* [WHAT THE TASK ASKS] Beginning at the line that contains "zoomAt(STEP, 0.5, 0.5);", write out every line down to the end of the records, with both ends kept and nothing added.

************

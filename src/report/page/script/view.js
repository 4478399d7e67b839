// The view on the picture: zoom and pan with mouse, touch, keys and buttons; a region drawn for the review.
(() => {
  const { byId, clamp } = bench;
  const view = byId("view"), stage = byId("stage");
  if (!view) return;
  const { width, height } = view.viewBox.baseVal;
  const [full, bar] = [{ w: width, h: height }, byId("bar")];
  const barWidth = parseFloat(bar.style.width);
  /** Largest zoom, and the step of one press of a key. */
  const MOST = 16, STEP = 1.5;
  let zoom = 1, x = 0, y = 0;
  const touches = new Map();
  let pinch = null, start = null;
  /** Hears of a finished region while one is wanted. */
  let wanted = null;

  function lay() {
    const w = full.w / zoom, h = full.h / zoom;
    x = clamp(x, 0, full.w - w);
    y = clamp(y, 0, full.h - h);
    view.setAttribute("viewBox", `${x} ${y} ${w} ${h}`);
    stage.classList.toggle("near", zoom > 1);
    scale();
  }

  /** Keeps the scale bar between a tenth and a third of the picture by a round factor. */
  function scale() {
    let factor = 1;
    for (const by of [1, 2, 5, 10, 20, 50]) if (barWidth * zoom / by > 8) factor = by;
    bar.style.width = barWidth * zoom / factor + "%";
    const um = Number(bar.dataset.um) / factor;
    bar.firstElementChild.textContent = String(Number(um.toPrecision(3))) + " µm";
  }

  function zoomAt(by, px, py) {
    const next = clamp(zoom * by, 1, MOST);
    const keep = 1 / zoom - 1 / next;
    x += px * full.w * keep;
    y += py * full.h * keep;
    zoom = next;
    lay();
  }

  const share = (event) => {
    const box = view.getBoundingClientRect();
    return [(event.clientX - box.left) / box.width, (event.clientY - box.top) / box.height];
  };
  /** The pixel under a pointer: its centre lies half a unit in. */
  const pixel = (event) => {
    const [sx, sy] = share(event);
    return [x + sx * full.w / zoom - 0.5, y + sy * full.h / zoom - 0.5].map((v) => Math.round(v * 10) / 10);
  };

  view.addEventListener("wheel", (event) => {
    if (!event.ctrlKey && !event.metaKey && zoom === 1) return;
    event.preventDefault();
    zoomAt(Math.exp(-event.deltaY * 0.0022), ...share(event));
  }, { passive: false });

  view.addEventListener("pointerdown", (event) => {
    touches.set(event.pointerId, share(event));
    bench.dragged = false;
    start = wanted ? pixel(event) : null;
    if (wanted || touches.size > 1) view.setPointerCapture(event.pointerId);
    if (touches.size === 2) pinch = spread();
  });
  const spread = () => {
    const [[ax, ay], [bx, by]] = [...touches.values()];
    return { far: Math.hypot(ax - bx, ay - by), at: [(ax + bx) / 2, (ay + by) / 2] };
  };
  view.addEventListener("pointermove", (event) => {
    const before = touches.get(event.pointerId);
    if (!before) return;
    const now = share(event);
    if (Math.hypot(now[0] - before[0], now[1] - before[1]) * view.clientWidth > 4) bench.dragged = true;
    if (start) return outline(start, pixel(event));
    if (!bench.dragged) return;
    touches.set(event.pointerId, now);
    if (touches.size === 2 && pinch) {
      const next = spread();
      zoomAt(next.far / Math.max(pinch.far, 1e-6), ...next.at);
      pinch = next;
    } else if (touches.size === 1 && zoom > 1) {
      view.setPointerCapture(event.pointerId);
      x -= (now[0] - before[0]) * full.w / zoom;
      y -= (now[1] - before[1]) * full.h / zoom;
      lay();
    }
  });
  const lift = (event) => {
    if (start && event.type === "pointerup") finish(start, pixel(event));
    touches.delete(event.pointerId);
    [pinch, start] = [null, null];
  };
  view.addEventListener("pointerup", lift);
  view.addEventListener("pointercancel", lift);

  function outline([ax, ay], [bx, by]) {
    const box = byId("region");
    const at = { x: Math.min(ax, bx) + 0.5, y: Math.min(ay, by) + 0.5, width: Math.abs(ax - bx), height: Math.abs(ay - by) };
    for (const [name, value] of Object.entries(at)) box.setAttribute(name, String(value));
    box.style.display = "";
  }
  function finish(a, b) {
    if (Math.abs(a[0] - b[0]) < 2 || Math.abs(a[1] - b[1]) < 2) return;
    outline(a, b);
    wanted([[Math.min(a[0], b[0]), Math.min(a[1], b[1])], [Math.max(a[0], b[0]), Math.max(a[1], b[1])]]);
  }
  /** Asks for a region to be drawn; `null` ends the asking. */
  bench.wantRegion = (hear) => {
    wanted = hear;
    stage.classList.toggle("drawing", Boolean(hear));
    if (!hear) byId("region").style.display = "none";
  };

  stage.addEventListener("keydown", (event) => {
    if (event.target !== stage || event.ctrlKey || event.metaKey || event.altKey) return;
    const part = 0.15 / zoom;
    const pan = { ArrowLeft: [-part, 0], ArrowRight: [part, 0], ArrowUp: [0, -part], ArrowDown: [0, part] }[event.key];
    if (event.key === "+" || event.key === "=") zoomAt(STEP, 0.5, 0.5);
    else if (event.key === "-") zoomAt(1 / STEP, 0.5, 0.5);
    else if (event.key === "0") zoomAt(1 / MOST, 0.5, 0.5);
    else if (event.key === " ") bench.toggle();
    else if (event.key === "Escape" && bench.picked !== null) bench.pick(null);
    else if (event.shiftKey && pan) { x += pan[0] * full.w; y += pan[1] * full.h; lay(); }
    else if (bench.stepFor(event.key) !== null) { bench.stop(); bench.go(bench.stepFor(event.key)); }
    else return;
    event.preventDefault();
  });
  byId("nearer").addEventListener("click", () => zoomAt(STEP, 0.5, 0.5));
  byId("farther").addEventListener("click", () => zoomAt(1 / STEP, 0.5, 0.5));
  byId("whole").addEventListener("click", () => zoomAt(1 / MOST, 0.5, 0.5));
})();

************

* [ANSWER SECTION]
    if (event.key === "+" || event.key === "=") zoomAt(STEP, 0.5, 0.5);
    else if (event.key === "-") zoomAt(1 / STEP, 0.5, 0.5);
    else if (event.key === "0") zoomAt(1 / MOST, 0.5, 0.5);
    else if (event.key === " ") bench.toggle();
    else if (event.key === "Escape" && bench.picked !== null) bench.pick(null);
    else if (event.shiftKey && pan) { x += pan[0] * full.w; y += pan[1] * full.h; lay(); }
    else if (bench.stepFor(event.key) !== null) { bench.stop(); bench.go(bench.stepFor(event.key)); }
    else return;
    event.preventDefault();
  });
  byId("nearer").addEventListener("click", () => zoomAt(STEP, 0.5, 0.5));
  byId("farther").addEventListener("click", () => zoomAt(1 / STEP, 0.5, 0.5));
  byId("whole").addEventListener("click", () => zoomAt(1 / MOST, 0.5, 0.5));
})();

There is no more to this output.